··· Stored data

"""Line and column of every key of a TOML text; the values are tomllib's."""

from __future__ import annotations

from collections.abc import Iterator
from dataclasses import dataclass, field
from typing import Any

KeyPath = tuple[str | int, ...]


@dataclass
class TomlPlaces:
    """Where each key of a TOML text stands.

    Attributes
    ----------
    at : mapping of key path to (line, column), both from 1
    inline : set of key paths whose value is an inline table
    """

    at: dict[KeyPath, tuple[int, int]] = field(default_factory=dict)
    inline: set[KeyPath] = field(default_factory=set)

    def place(self, path: KeyPath) -> str:
        """Say where a key stands, or the nearest table above it."""
        for end in range(len(path), 0, -1):
            if path[:end] in self.at:
                line, column = self.at[path[:end]]
                return f"line {line}, column {column}"
        return ""

    def __contains__(self, path: KeyPath) -> bool:
        return path in self.at


def find_places(text: str) -> TomlPlaces:
    r"""Find where each key of a TOML text stands.

    Parameters
    ----------
    text : str
        TOML that `tomllib` has accepted.

    Returns
    -------
    TomlPlaces

    Examples
    --------
    >>> find_places('[roads]\nfile = "a.gpkg"').place(("roads", "file"))
    'line 2, column 1'
    """
    import tree_sitter
    import tree_sitter_toml

    parser = tree_sitter.Parser(tree_sitter.Language(tree_sitter_toml.language()))
    source = text.encode()
    places = TomlPlaces()
    lines = source.split(b"\n")

    def here(node: Any) -> tuple[int, int]:
        row, byte = node.start_point[0], node.start_point[1]
        return row + 1, len(lines[row][:byte].decode(errors="replace")) + 1

    def mark_keys(base: KeyPath, key: Any) -> KeyPath:
        for part in _key_parts(key):
            base = (*base, _key_text(part))
            places.at.setdefault(base, here(part))
        return base

    def walk_value(path: KeyPath, value: Any) -> None:
        stack = [(path, value)]
        while stack:
            base, node = stack.pop()
            if node.type == "inline_table":
                places.inline.add(base)
                stack.extend(
                    (mark_keys(base, pair.named_children[0]), pair.named_children[-1])
                    for pair in _named(node, "pair")
                )
            elif node.type == "array":
                items = [child for child in node.named_children if child.type != "comment"]
                for number, child in enumerate(items):
                    places.at.setdefault((*base, number), here(child))
                    stack.append(((*base, number), child))

    def walk_pairs(base: KeyPath, node: Any) -> None:
        for pair in _named(node, "pair"):
            path = mark_keys(base, pair.named_children[0])
            walk_value(path, pair.named_children[-1])

    root = parser.parse(source).root_node
    walk_pairs((), root)
    for table in root.named_children:
        if table.type not in {"table", "table_array_element"}:
            continue
        header = next(child for child in table.named_children if child.type.endswith("key"))
        walk_pairs(mark_keys((), header), table)
    return places


def _named(node: Any, kind: str) -> Iterator[Any]:
    return (child for child in node.named_children if child.type == kind)


def _key_parts(key: Any) -> Iterator[Any]:
    """Walk the parts of a dotted key, which the grammar nests to the left."""
    if key.type != "dotted_key":
        yield key
        return
    parts: list[Any] = []
    node = key
    while node.type == "dotted_key":
        children = [child for child in node.named_children if child.type != "comment"]
        parts.extend(reversed(children[1:]))
        node = children[0]
    parts.append(node)
    yield from reversed(parts)


def _key_text(node: Any) -> str:
    text: str = node.text.decode()
    if node.type == "bare_key":
        return text
    import tomllib

    return str(next(iter(tomllib.loads(f"{text} = 0"))))
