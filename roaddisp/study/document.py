"""The text of ``roaddisp inputs``, made from the schema and the tables themselves."""

from __future__ import annotations

import inspect
import textwrap
from typing import Any

from pydantic.fields import FieldInfo

from roaddisp.quantities import INSIDE, UNITLESS, UNITS, spellings
from roaddisp.study.keys import allowed_text, submodel
from roaddisp.study.schema import NEEDED, SECTIONS, Section
from roaddisp.study.table_types import Column, Table
from roaddisp.study.tables import TABLES

_WIDTH = 96


def document_inputs() -> str:
    """Describe every file, key and column of a study, in Markdown.

    Returns
    -------
    str

    Examples
    --------
    >>> "## Table `weather`" in document_inputs()
    True
    """
    parts = [_opening()]
    for name, section in SECTIONS.items():
        parts.append(_section(name, section))
    parts.append(_scenarios())
    for section_name, tables in TABLES.items():
        for key, table in tables.items():
            parts.append(_table(section_name, key, table))
    return "\n".join(parts)


def _opening() -> str:
    units = "\n".join(f"- {name}: {spellings(name)}" for name in UNITS)
    return f"""# What a study may hold

A study is a folder with `study.toml` and the files it names, all inside the folder.

Units. In study.toml a quantity is a text with its unit ("45 mph"). In a CSV the header carries
the unit in brackets (`speed [mph]`). In a vector layer `columns` carries it, or the header, or
every value does ("45 mph"). Counts, ids, names and fractions take no bracket; `[%]` divides by
100. A number without a unit where one is needed is an error. The spellings:

{units}

CSV files are UTF-8, parted by commas, with decimal points. Lines above the header that begin
with `#` are notes. Other columns may stand beside those listed and are not read. Times are
ISO 8601, on the whole hour. By the local clock a repeated hour is daylight time first, and an
hour that the clock skips is an error. An empty cell is a missing value.
"""


def _section(name: str, section: type[Section]) -> str:
    lines = [f"## `[{name}]` in study.toml ({'required' if name in NEEDED else 'optional'})", ""]
    lines += [inspect.cleandoc(section.__doc__ or ""), ""]
    for key, field in section.model_fields.items():
        default = field.get_default()
        if field.is_required():
            status = "required"
        elif default is None:
            status = "optional"
        else:
            status = f"default {_toml(default)}"
        allowed = allowed_text(field)
        text = f"- `{key}` ({status}): {field.description}." + (f" {allowed}." if allowed else "")
        lines.append(_wrapped(text))
        lines += _inner(field)
    return "\n".join(lines) + "\n"


def _inner(field: FieldInfo) -> list[str]:
    model = submodel(field.annotation)
    if model is None:
        return []
    return [
        _wrapped(
            f"  - `{key}` ({'required' if inner.is_required() else 'optional'}): "
            f"{inner.description}. {allowed_text(inner)}.",
            "    ",
        )
        for key, inner in model.model_fields.items()
    ]


def _scenarios() -> str:
    return """## `[scenario.<name>]` in study.toml (optional)

The keys outside `[scenario]` are the scenario "base". Each further scenario overrides any of
them, as `roads.file = "build.gpkg"` below `[scenario.build]`, or below `[scenario.build.roads]`.
A table given whole, in braces, replaces the base's: `air = { file = "air2.csv" }` keeps none of
the base's keys of `[air]`. Giving one of the two alternatives of `[air]`, file or constant,
removes the other. `[study]` keys are the study's own: `timezone` and `crs` are the same in all.
"""


def _table(section: str, key: str, table: Table) -> str:
    named = f"named by `{key}` in `[{section}]`"
    geometry = f" Geometry: {table.geometry}." if table.geometry else ""
    lines = [f"## Table `{table.name}`", ""]
    lines += [_wrapped(f"{table.meaning}; {table.forms}, {named}.{geometry}", ""), ""]
    lines += [_wrapped(_column(column)) for column in table.columns]
    return "\n".join(lines) + "\n"


def _column(column: Column) -> str:
    head = f"- `{column.name}`{_bracket(column)} ({'required' if column.required else 'optional'})"
    text = f"{head}: {column.meaning}."
    if column.later:
        return f"{text} Not in this version: must be empty or zero."
    if column.choices:
        text += f" One of {', '.join(column.choices)}."
    if column.low is not None and column.high is not None:
        unit = INSIDE.get(column.quantity, "")
        text += f" {column.low:g} to {column.high:.10g}{' ' + unit if unit else ''}."
    return text + (f" Empty: {column.empty}." if column.empty else "")


def _bracket(column: Column) -> str:
    if column.quantity not in UNITS:
        return ""
    if column.quantity in UNITLESS:
        return " or `[%]`"
    return f" `[{spellings(column.quantity)}]`"


def _wrapped(text: str, indent: str = "  ") -> str:
    return textwrap.fill(
        text, _WIDTH, subsequent_indent=indent, break_long_words=False, break_on_hyphens=False
    )


def _toml(value: Any) -> str:
    if isinstance(value, bool):
        return str(value).lower()
    return f'"{value}"' if isinstance(value, str) else str(value)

······

Problem to work on — Set the lines down exactly, from the first line of the records to the line where "return path in self.at" appears, with both ends kept.

Result of the task —
"""Line and column of every key of a TOML text; the values are tomllib's."""

from __future__ import annotations

from collections.abc import Iterator
from dataclasses import dataclass, field
from typing import Any

KeyPath = tuple[str | int, ...]


@dataclass
class TomlPlaces:
    """Where each key of a TOML text stands.

    Attributes
    ----------
    at : mapping of key path to (line, column), both from 1
    inline : set of key paths whose value is an inline table
    """

    at: dict[KeyPath, tuple[int, int]] = field(default_factory=dict)
    inline: set[KeyPath] = field(default_factory=set)

    def place(self, path: KeyPath) -> str:
        """Say where a key stands, or the nearest table above it."""
        for end in range(len(path), 0, -1):
            if path[:end] in self.at:
                line, column = self.at[path[:end]]
                return f"line {line}, column {column}"
        return ""

    def __contains__(self, path: KeyPath) -> bool:
        return path in self.at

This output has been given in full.